* Exercise
Find and copy the lines in the records beneath this task that contain the word "assertEquals".

(Collected data)
....

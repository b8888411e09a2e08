package dev.couplet.bound;

import static org.junit.jupiter.api.Assertions.assertEquals;
import static org.junit.jupiter.api.Assertions.assertTrue;

import dev.couplet.exact.TestForms;
import dev.couplet.exact.TestForms.Regime;
import dev.couplet.form.Qubo;
import dev.couplet.sampling.Effort;
import dev.couplet.sampling.Run;
import java.util.SplittableRandom;
import net.jqwik.api.Example;
import net.jqwik.api.ForAll;
import net.jqwik.api.Property;
import net.jqwik.api.constraints.IntRange;

class SplitBoundProperties {
  private static final SplitBound BOUND = SplitBound.standard();

  @Property(tries = 3000)
  void neverAboveTheMinimum(
      @ForAll Regime regime,
      @ForAll @IntRange(min = 0, max = 9) int size,
      @ForAll @IntRange(min = 0, max = 9) int rounds,
      @ForAll long seed) {
    Qubo form = TestForms.random(regime, size, seed);
    double minimum = TestForms.minimum(form);
    double few = BOUND.rounds(rounds).below(form);
    double more = BOUND.rounds(rounds + 1).below(form);
    assertTrue(few <= more, () -> few + " above " + more);
    assertTrue(more <= minimum, () -> more + " above " + minimum);
  }

  /**
   * On a form without cycles the linear relaxation is tight (from memory; Wainwright et al. 2005).
   */
  @Property(tries = 500)
  void tightOnRandomTrees(@ForAll @IntRange(min = 0, max = 12) int size, @ForAll long seed) {
    tightWithoutCycles(size, seed);
  }

  /** A tree on which the bound stands still for a round before it rises to the minimum. */
  @Example
  void tightAfterARoundWithoutGain() {
    tightWithoutCycles(5, 3041711984275448930L);
  }

  private static void tightWithoutCycles(int size, long seed) {
    SplittableRandom random = new SplittableRandom(seed);
    Qubo.Builder tree = Qubo.builder(size);
    for (int i = 0; i < size; i++) {
      tree.addLinear(i, random.nextInt(-20, 21));
      if (i > 0) {
        tree.addPair(i, random.nextInt(i), random.nextInt(-20, 21));
      }
    }
    Qubo form = tree.build();
    assertEquals(TestForms.minimum(form), BOUND.rounds(1000).below(form));
    assertEquals(TestForms.minimum(form), BOUND.below(form, Run.of(Effort.draws(1).sweeps(1000))));
  }
}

....

* Solved exercise
import static org.junit.jupiter.api.Assertions.assertEquals;
    assertEquals(TestForms.minimum(form), BOUND.rounds(1000).below(form));
    assertEquals(TestForms.minimum(form), BOUND.below(form, Run.of(Effort.draws(1).sweeps(1000))));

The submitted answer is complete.